Stored items
-.-.-
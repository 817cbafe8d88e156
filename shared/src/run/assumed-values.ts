import type { Assumed } from '../contracts/run-analysis';
import type { CompanySettings } from '../contracts/settings';
import { bendRadiusSource } from '../tables/bend-radius';
import { bendFields, radiusInForce } from './bend-radius';
import { isBentPipe } from './expand/element-parts';
import { DEFAULT_HEADING } from './expand/headings';
import { FLEX_DEGREES } from './expand/path-items';
import { racewayPlaces } from './expand/raceway-changes';
import type { ExpandedRun } from './expanded-run';
import { BODY_TURN, isPullPoint, turnOf } from './pull-points';
import type { RunDocument } from './run-document';

const PRACTICE = 'common practice, no source';

/** Every value the analysis needed that nobody gave: what was taken instead, and on whose word. */
export function assumedValues(
  document: RunDocument,
  expanded: ExpandedRun,
  settings: CompanySettings,
): Assumed[] {
  const assumed = [...bendRadii(document, expanded, settings), ...pathDefaults(document)];
  if (document.rules?.code === undefined) {
    const source = 'company settings';
    assumed.unshift({ path: '/rules/code', value: settings.code, from: 'settings', source });
  }
  if (document.start?.heading === undefined && expanded.directions !== 'assumed-level') {
    const source = 'the way the drawing starts; any other turns the whole run';
    assumed.push({ path: '/start/heading', value: DEFAULT_HEADING, from: 'default', source });
  }
  return assumed;
}

/** Radii that came from a bender or a table: once for each place that could have given one. */
function bendRadii(
  document: RunDocument,
  expanded: ExpandedRun,
  settings: CompanySettings,
): Assumed[] {
  const places = racewayPlaces(document.path);
  const assumed = new Map<string, Assumed>();
  expanded.elements.forEach(({ element, raceway }, index) => {
    if (!isBentPipe(element)) return;
    const { radius, from } = radiusInForce(bendFields(element), raceway, settings);
    if (from !== 'settings' && from !== 'table') return;
    const place = places[index] ?? null;
    const path = `${place === null ? '' : `/path/${place}`}/raceway/bendRadius`;
    const source =
      from === 'settings'
        ? "the company's bender for this size"
        : `NEC ${bendRadiusSource(raceway.type)}`;
    assumed.set(`${path} ${from}`, { path, value: radius, from, source });
  });
  return [...assumed.values()];
}

function pathDefaults(document: RunDocument): Assumed[] {
  return document.path.flatMap((element, index): Assumed[] => {
    if (element.kind === 'flex' && element.degrees === undefined) {
      const path = `/path/${index}/degrees`;
      return [{ path, value: FLEX_DEGREES, from: 'default', source: PRACTICE }];
    }
    if (isPullPoint(element) && !element.turn && turnOf(element)) {
      const path = `/path/${index}/turn/angle`;
      return [{ path, value: BODY_TURN, from: 'default', source: PRACTICE }];
    }
    return [];
  });
}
-.-.-
Task objective
The result should be every line that contains "undefined", copied from the entries.

Task solution
  if (document.rules?.code === undefined) {
  if (document.start?.heading === undefined && expanded.directions !== 'assumed-level') {
    if (element.kind === 'flex' && element.degrees === undefined) {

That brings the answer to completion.